To avoid those payments being treated as a gift, Medicaid has a complex set of rules that vary from state to state. For the most part, they require that a valid caregiver agreement be set up between the family members and that the payment is reasonable based on what it would cost for the same services in the local area. 

But what happens when Grandma pays the granddaughter $700 a week to care for her? Most forget to write up a contract. And even if they do, Grandma writes a check for $700 each week to the granddaughter. The granddaughter conveniently forgets to report the pay on her tax return each year because she hasn’t kept any money back to pay taxes. It’s usually not a big problem, because the funds look like a gift and gifts aren’t taxable to the recipient. 

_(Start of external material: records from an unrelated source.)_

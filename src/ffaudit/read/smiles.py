"""SMILES libraries: ``.smi`` lines and ``.csv`` / ``.tsv`` tables.

``.smi``: one molecule per line, the SMILES first, then optionally a name. The separator after the SMILES
decides how the name is taken: after a comma or a tab the name is the next field; after spaces it is the rest
of the line (so names may contain spaces). Blank lines and lines starting with ``#`` are skipped and are not
records. The first other line is a header, and skipped, when its first field contains the word "smiles"
(no valid SMILES does). A CXSMILES extension (``|...|`` after the SMILES) is kept with the SMILES.

``.csv`` / ``.tsv``: a table, split one line at a time (quoted fields may not span lines). The SMILES column
is ``smiles_column``, else the column called ``smiles`` (any case), else the single column whose header
contains "smiles". The name column is ``name_column``, else a column called ``name``, ``title`` or ``id``
(any case), else none. A table whose first row names no SMILES column is read as headerless (SMILES in
field 1, name in field 2) when that first field parses as SMILES; otherwise it is a file-level error.
Blank lines, and ``#`` comment lines before the first row, are skipped.

Every SMILES line is a record: a line RDKit cannot parse or sanitise becomes an unreadable record whose
reason carries RDKit's message, and reading goes on. Lines longer than 1 MiB are not read (see
:mod:`ffaudit.read.source`) and become unreadable records saying so.
"""

from __future__ import annotations

import csv
import re
from collections.abc import Iterable, Iterator
from dataclasses import dataclass

from rdkit import Chem, rdBase

from ffaudit.errors import InputFileError
from ffaudit.read.common import (
    ParseResult,
    clean_name,
    default_name,
    make_record,
    parse_then_classify,
)
from ffaudit.read.record import Record
from ffaudit.read.source import Line, display_path

#: Column names (compared case-insensitively) taken as the name column when ``name_column`` is not given.
NAME_COLUMNS = ("name", "title", "id")

_SMI_SPLIT = re.compile(r"([^\s,]+)(.*)\Z", re.DOTALL)
_CX_EXTENSION = re.compile(r"[ \t]+(\|[^|]*\|)(.*)\Z", re.DOTALL)


def parse_smiles(text: str) -> ParseResult:
    """Parse and sanitise one SMILES (optionally followed by a CXSMILES ``|...|`` extension).

    Returns the molecule, or ``None`` with a reason: a character no SMILES can contain (with its column),
    RDKit's syntax message, or RDKit's sanitisation message (valence, kekulisation). Never raises.
    """
    if not text:
        return ParseResult(None, "empty SMILES")
    if not (text.isascii() and text.isprintable()):  # find the first offending character
        for column, char in enumerate(text, start=1):
            if not (char.isascii() and char.isprintable()):
                return ParseResult(
                    None,
                    f"SMILES {_preview(text)} has character {char!r} at column {column}; "
                    "SMILES are printable ASCII (is this a binary or mis-encoded file?)",
                )
    if _stereo_free(text):
        mol = _parse_without_stereo(text)
        if mol is not None:
            return ParseResult(mol, None)
    return parse_then_classify(
        lambda sanitize: Chem.MolFromSmiles(text, sanitize=sanitize), what="SMILES"
    )


def _stereo_free(text: str) -> bool:
    """True when ``text`` can say nothing about stereochemistry: no ``@`` (tetrahedral and other
    centres), no ``/`` or ``\\`` (double-bond directions), no ``|`` (a CXSMILES extension, which may
    carry wedges, wiggly bonds or stereo groups)."""
    return "@" not in text and "/" not in text and "\\" not in text and "|" not in text



def _parse_without_stereo(text: str) -> Chem.Mol | None:
    """The molecule ``Chem.MolFromSmiles(text)`` gives for a SMILES that says nothing about stereochemistry,
    or None when this shortcut does not apply (the caller then parses the usual way).

    ``MolFromSmiles`` sanitises and then assigns stereochemistry, which for such a SMILES finds nothing to
    keep and changes nothing, yet costs more than the sanitisation itself (its ranking of atoms; about
    40 us per NCI molecule, measured). Here the molecule is parsed unsanitised and sanitised with every
    step ``MolFromSmiles`` takes (``SanitizeMol``'s default operations), and RDKit's own flag that the
    stereochemistry is done is set, so ``MolToSmiles`` does not assign it either. Molecules with hydrogen
    or dummy atoms are left to ``MolFromSmiles`` (it removes explicit hydrogens after sanitising), as is
    any SMILES that does not parse or sanitise (its messages come from the usual path). Never raises.

    The molecule has the same atoms, bonds, flags, rings, properties and SMILES (tests/test_read_smiles.py
    compares them on NCI first_5K). What it lacks is RDKit's private ``_CIPRank`` atom property, which
    stereo assignment leaves behind in RDKit's legacy stereo perception; RDKit's 2D layout reads it, so a
    depiction made from this molecule may be laid out differently. The reports draw molecules from the
    output SMILES, not from this molecule.
    """
    try:
        with rdBase.BlockLogs():
            mol = Chem.MolFromSmiles(text, sanitize=False)
            if mol is None or not 0 < mol.GetNumAtoms() == mol.GetNumHeavyAtoms():
                return None
            Chem.SanitizeMol(mol)
    except Exception:
        return None
    mol.SetIntProp("_StereochemDone", 1, True)
    return mol


def split_smi_line(text: str) -> tuple[str, str | None]:
    """Split a stripped, non-empty ``.smi`` line into (SMILES, name or None); see the module docstring."""
    match = _SMI_SPLIT.match(text)
    if match is None:  # the line starts with a comma: no SMILES
        return "", text.lstrip(",").split(",")[0].strip() or None
    smiles, rest = match.group(1), match.group(2)
    cx = _CX_EXTENSION.match(rest)
    if cx is not None:
        smiles, rest = f"{smiles} {cx.group(1)}", cx.group(2)
    if not rest:
        return smiles, None
    sep, rest = rest[0], rest[1:]
    name = rest.split(sep)[0] if sep in ",\t" else rest
    return smiles, name.strip() or None


def smi_record_lines(lines: Iterable[Line]) -> Iterator[tuple[int, Line]]:
    """``(record number, line)`` for every line of a ``.smi`` file that is a record.

    Blank lines, ``#`` comments and a header line are skipped; an overlong line is a record. This is the
    cheap half of :func:`read_smi`; :func:`smi_record` is the other (for callers that cut and parse in
    different places).
    """
    record = 0
    first = True
    for line in lines:
        if line.overlong:
            first = False
            record += 1
            yield record, line
            continue
        text = line.text.strip()
        if not text or text.startswith("#"):
            continue
        if first:
            first = False
            if "smiles" in split_smi_line(text)[0].lower():
                continue  # header row
        record += 1
        yield record, line


def smi_record(line: Line, *, record: int, index: int, path: str) -> Record:
    """The :class:`Record` for one ``.smi`` record line (``path`` as shown in records). Never raises."""
    if line.overlong:
        name = default_name(record)
        result = ParseResult(None, line.too_long_reason())
    else:
        smiles, raw_name = split_smi_line(line.text.strip())
        name = clean_name(raw_name, record)
        result = parse_smiles(smiles)
    return make_record(
        index=index, path=path, record=record, line=line.number, name=name, result=result
    )


def read_smi(lines: Iterable[Line], path: str, *, start_index: int = 0) -> Iterator[Record]:
    """Yield one :class:`Record` per SMILES line of a ``.smi`` file (see the module docstring).

    Never raises for bad content; bad lines become unreadable records.
    """
    shown = display_path(path)
    for record, line in smi_record_lines(lines):
        yield smi_record(line, record=record, index=start_index + record - 1, path=shown)


@dataclass(frozen=True)
class _Layout:
    smiles: int
    name: int | None
    label: str


def read_table(
    lines: Iterable[Line],
    path: str,
    *,
    delimiter: str,
    smiles_column: str | None = None,
    name_column: str | None = None,
    start_index: int = 0,
) -> Iterator[Record]:
    """Yield one :class:`Record` per data row of a CSV (``delimiter=","``) or TSV (``"\\t"``) table.

    Raises :class:`InputFileError` (naming file and line) when the header row lacks ``smiles_column`` or
    ``name_column``, when the first row names no SMILES column and is not headerless SMILES data, or when the
    first row cannot be split into fields. Bad data rows become unreadable records.
    """
    shown = display_path(path)
    layout: _Layout | None = None
    record = 0
    for line in lines:
        name: str | None = None
        if line.overlong:
            if layout is None:
                raise InputFileError(
                    f"{shown}:{line.number}: cannot read the first row: {line.too_long_reason()}"
                )
            result = ParseResult(None, line.too_long_reason())
        else:
            text = line.text
            if not text.strip() or (layout is None and text.lstrip().startswith("#")):
                continue
            try:
                row = next(csv.reader([text], delimiter=delimiter, strict=True))
            except csv.Error as exc:
                if layout is None:
                    raise InputFileError(
                        f"{shown}:{line.number}: cannot split the first row into fields: {exc}"
                    ) from exc
                result = ParseResult(None, f"cannot split the row into fields: {exc}")
            else:
                if layout is None:
                    layout, is_header = _decide_layout(
                        row, smiles_column, name_column, shown, line.number
                    )
                    if is_header:
                        continue
                if not any(cell.strip() for cell in row):
                    continue  # a row of empty fields is a blank line
                result, name = _row_result(row, layout)
        record += 1
        yield make_record(
            index=start_index + record - 1,
            path=shown,
            record=record,
            line=line.number,
            name=clean_name(name, record),
            result=result,
        )


def _row_result(row: list[str], layout: _Layout) -> tuple[ParseResult, str | None]:
    name = row[layout.name] if layout.name is not None and layout.name < len(row) else None
    if layout.smiles >= len(row):
        reason = (
            f"the row has {len(row)} field(s) but the SMILES column {layout.label} is "
            f"field {layout.smiles + 1}"
        )
        return ParseResult(None, reason), name
    smiles = row[layout.smiles].strip()
    if not smiles:
        return ParseResult(None, f"the SMILES field ({layout.label}) is empty"), name
    return parse_smiles(smiles), name


def _decide_layout(
    row: list[str], smiles_column: str | None, name_column: str | None, shown: str, line: int
) -> tuple[_Layout, bool]:
    cells = [cell.strip() for cell in row]
    listed = ", ".join(repr(c) for c in cells[:20]) + (", ..." if len(cells) > 20 else "")
    smiles_index: int | None
    if smiles_column is not None:
        if smiles_column not in cells:
            raise InputFileError(
                f"{shown}:{line}: the header row has no column named {smiles_column!r} "
                f"(columns: {listed}); name the SMILES column exactly as the header spells it"
            )
        smiles_index = cells.index(smiles_column)
    else:
        smiles_index = _find_smiles_column(cells)
    if smiles_index is None:
        looks_like_data = bool(cells) and parse_smiles(cells[0]).mol is not None
        if name_column is None and looks_like_data:
            return _Layout(0, 1, "field 1"), False
        raise InputFileError(
            f"{shown}:{line}: the first row names no SMILES column (columns: {listed}) and its first "
            "field is not SMILES; give the SMILES column name"
        )
    name_index: int | None = None
    if name_column is not None:
        if name_column not in cells:
            raise InputFileError(
                f"{shown}:{line}: the header row has no column named {name_column!r} (columns: {listed})"
            )
        name_index = cells.index(name_column)
    else:
        lowered = [c.lower() for c in cells]
        name_index = next((lowered.index(n) for n in NAME_COLUMNS if n in lowered), None)
    return _Layout(smiles_index, name_index, repr(cells[smiles_index])), True


def _find_smiles_column(cells: list[str]) -> int | None:
    lowered = [c.lower() for c in cells]
    if "smiles" in lowered:
        return lowered.index("smiles")
    containing = [i for i, c in enumerate(lowered) if "smiles" in c]
    return containing[0] if len(containing) == 1 else None


def _preview(text: str, limit: int = 40) -> str:
    return repr(text if len(text) <= limit else text[:limit] + "...")
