"""Tripos MOL2 files (``.mol2``).

The file is streamed line by line and cut at ``@<TRIPOS>MOLECULE`` lines; each block is parsed with
``Chem.MolFromMol2Block(block, sanitize=True, removeHs=False)``. As in RDKit's reader, hydrogens must be
explicit (MOL2 has no implicit hydrogens) and formal charges are inferred from atom types and valence. The
name is the line after ``@<TRIPOS>MOLECULE`` (``record N`` when blank or ``*****``). Text before the first
``@<TRIPOS>MOLECULE`` other than blank and ``#`` comment lines becomes an unreadable record, so nothing in
the file goes unreported.

A block RDKit cannot read becomes an unreadable record. RDKit often refuses a MOL2 block without a word, so
the reason then gives the reader's own finding, citing file lines: a missing ATOM or BOND section, a counts
line that does not match the sections, coordinates that are not numbers, an atom type whose element is
unknown, a bond to an atom that does not exist, an unknown bond type. An atom type that RDKit reads by its
element prefix but that is not a SYBYL type (``C.xx``) is accepted and noted in ``meta["warnings"]``.
"""

from __future__ import annotations

from collections.abc import Iterable, Iterator

from rdkit import Chem

from ffaudit.read.blocks import Block, split_at_starts
from ffaudit.read.common import (
    ParseResult,
    clean_name,
    default_name,
    make_record,
    parse_then_classify,
)
from ffaudit.read.record import Record
from ffaudit.read.source import Line, display_path

MOLECULE_TAG = "@<TRIPOS>MOLECULE"
_TAG = "@<TRIPOS>"
_PERIODIC = Chem.GetPeriodicTable()
_ELEMENTS = frozenset(_PERIODIC.GetElementSymbol(z) for z in range(1, 119))
#: SYBYL atom types of the Tripos MOL2 format (types that are a bare element symbol are accepted as well).
SYBYL_TYPES = frozenset(
    [
        "C.3",
        "C.2",
        "C.1",
        "C.ar",
        "C.cat",
        "N.3",
        "N.2",
        "N.1",
        "N.ar",
        "N.am",
        "N.pl3",
        "N.4",
        "O.3",
        "O.2",
        "O.co2",
        "O.spc",
        "O.t3p",
        "S.3",
        "S.2",
        "S.O",
        "S.O2",
        "P.3",
        "H.spc",
        "H.t3p",
        "Cr.th",
        "Cr.oh",
        "Co.oh",
        "Du.C",
        "LP",
        "Du",
        "Any",
        "Hal",
        "Het",
        "Hev",
    ]
)
BOND_TYPES = frozenset({"1", "2", "3", "am", "ar", "du", "un", "nc"})


def is_molecule_start(text: str) -> bool:
    """True for the ``@<TRIPOS>MOLECULE`` line that starts a MOL2 record."""
    return text.strip().upper() == MOLECULE_TAG


def parse_mol2_block(lines: list[str], *, first_line: int = 1) -> ParseResult:
    """Parse one MOL2 record (its lines, starting with ``@<TRIPOS>MOLECULE``). Never raises.

    ``first_line`` is the file line number of ``lines[0]``; reasons cite file lines.
    """
    text = "".join(line + "\n" for line in lines)
    return parse_then_classify(
        lambda sanitize: Chem.MolFromMol2Block(text, sanitize=sanitize, removeHs=False),
        what="MOL2 record",
        diagnose=lambda: diagnose_mol2(lines, first_line=first_line),
    )


def _sections(lines: list[str]) -> dict[str, list[tuple[int, str]]]:
    """Section name -> its non-blank, non-comment lines with their offsets in ``lines``."""
    sections: dict[str, list[tuple[int, str]]] = {}
    current: list[tuple[int, str]] | None = None
    for offset, text in enumerate(lines):
        stripped = text.strip()
        if stripped.upper().startswith(_TAG):
            current = sections.setdefault(stripped[len(_TAG) :].upper(), [])
        elif current is not None and stripped and not stripped.startswith("#"):
            current.append((offset, stripped))
    return sections


def diagnose_mol2(lines: list[str], *, first_line: int = 1) -> str | None:
    """The first structural problem found in a MOL2 record, citing file lines, or None."""
    sections = _sections(lines)
    molecule = sections.get("MOLECULE", [])
    if len(molecule) < 2:
        return "the MOLECULE section needs a name line and a counts line (is the record truncated?)"
    counts_offset, counts = molecule[1]
    try:
        numbers = [int(field) for field in counts.split()[:2]]
    except ValueError:
        return f"the counts line (file line {first_line + counts_offset}) {counts[:40]!r} is not numbers"
    n_atoms = numbers[0]
    n_bonds = numbers[1] if len(numbers) > 1 else 0
    if "ATOM" not in sections:
        return "no @<TRIPOS>ATOM section"
    atoms = sections["ATOM"]
    ids: set[str] = set()
    for offset, text in atoms:
        fields = text.split()
        at = f"file line {first_line + offset}"
        if len(fields) < 6:
            return f"the atom line at {at} has {len(fields)} fields; at least 6 are needed"
        try:
            [float(value) for value in fields[2:5]]
        except ValueError:
            return f"the atom line at {at} has coordinates that are not numbers: {' '.join(fields[2:5])!r}"
        element = fields[5].split(".")[0]
        if element not in _ELEMENTS and fields[5] not in SYBYL_TYPES:
            return f"the atom line at {at} has atom type {fields[5]!r}, whose element {element!r} is unknown"
        ids.add(fields[0])
    if len(atoms) != n_atoms:
        return (
            f"the counts line (file line {first_line + counts_offset}) says {n_atoms} atoms but the ATOM "
            f"section has {len(atoms)} atom lines"
        )
    bonds = sections.get("BOND")
    if bonds is None:
        if n_bonds:
            return f"no @<TRIPOS>BOND section, but the counts line says {n_bonds} bonds"
        return None
    for offset, text in bonds:
        fields = text.split()
        at = f"file line {first_line + offset}"
        if len(fields) < 4:
            return f"the bond line at {at} has {len(fields)} fields; 4 are needed"
        missing = [atom for atom in fields[1:3] if atom not in ids]
        if missing:
            return f"the bond line at {at} refers to atom {missing[0]}, which is not in the ATOM section"
        if fields[3].lower() not in BOND_TYPES:
            return f"the bond line at {at} has unknown bond type {fields[3]!r}"
    if len(bonds) != n_bonds:
        return (
            f"the counts line (file line {first_line + counts_offset}) says {n_bonds} bonds but the BOND "
            f"section has {len(bonds)} bond lines"
        )
    return None


def atom_type_warnings(lines: list[str], *, first_line: int = 1) -> list[str]:
    """Notes for atom types RDKit reads by their element prefix although they are not SYBYL types."""
    notes = []
    for offset, text in _sections(lines).get("ATOM", []):
        fields = text.split()
        if len(fields) >= 6 and fields[5] not in SYBYL_TYPES and fields[5] not in _ELEMENTS:
            notes.append(
                f"file line {first_line + offset}: atom type {fields[5]!r} is not a SYBYL type; "
                f"read as element {fields[5].split('.')[0]!r}"
            )
    return notes


def read_mol2(lines: Iterable[Line], path: str, *, start_index: int = 0) -> Iterator[Record]:
    """Yield one :class:`Record` per MOL2 record (see the module docstring). Never raises for bad content."""
    shown = display_path(path)
    record = 0
    for block, preamble in split_at_starts(lines, is_molecule_start):
        if preamble and _is_ignorable_preamble(block):
            continue
        record += 1
        meta: dict[str, object] = {}
        line = block.first_line
        if block.problem is not None:
            result = ParseResult(None, block.problem)
            name = default_name(record)
        elif preamble:
            offset, text = _first_foreign_line(block)
            line = block.first_line + offset
            result = ParseResult(
                None,
                f"text before the first {MOLECULE_TAG} line (starting {text[:40]!r}); not a MOL2 record",
            )
            name = default_name(record)
        else:
            result = parse_mol2_block(block.lines, first_line=block.first_line)
            title = block.lines[1] if len(block.lines) > 1 else ""
            name = clean_name(None if title.strip() == "*****" else title, record)
            if result.mol is not None:
                warnings = atom_type_warnings(block.lines, first_line=block.first_line)
                if warnings:
                    meta["warnings"] = warnings
        yield make_record(
            index=start_index + record - 1,
            path=shown,
            record=record,
            line=line,
            name=name,
            result=result,
            meta=meta,
        )


def _is_ignorable_preamble(block: Block) -> bool:
    return block.problem is None and all(
        not text.strip() or text.lstrip().startswith("#") for text in block.lines
    )


def _first_foreign_line(block: Block) -> tuple[int, str]:
    """Offset and text of the first preamble line that is neither blank nor a ``#`` comment."""
    for offset, text in enumerate(block.lines):
        if text.strip() and not text.lstrip().startswith("#"):
            return offset, text.strip()
    return 0, ""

Where the problem comes in is when Grandma goes on Medicaid. If there’s any question about whether or not they have a valid care agreement, whether the caregiver reports the income as taxable or not makes a big difference. When establishing that the payment is not a gift, one of the easiest ways to prove it wasn’t is to see if the recipient reported it as income. When the caregiver granddaughter puts the income on her tax return and treats it as income — even if Grandma was overpaying her to bleed down estate resources — Medicaid is likely to exclude the payments from the transfer penalty calculation because they were treated as payments and income by both parties to the caregiver agreement. 

See also: President’s plans for estate, gift and GST taxes 

Where this is exceptionally helpful is when the person needing care is a veteran. The VA currently accepts caregiver agreements and paid family caregivers as valid care expenses towards eligibility for the VA Aid & Attendance enhanced pension. By paying a family member, the caregiver expenses could trigger a benefit as much as $2,149 in 2015 for a married couple. That money comes in tax-free, but the caregiver has to pay tax on the care payments. Even so, the net plus to the family is in the tens of thousands each year. 

Where many VA benefit planners get it wrong is they advise payment for care but fail to follow through with advice on how to make those payments compliant with the future need for long-term care Medicaid and the IRS. 

Ultimately, the better advisors are aware of these issues and know the subject matter, the better off their clients will be — with far less of a need to dread tax season.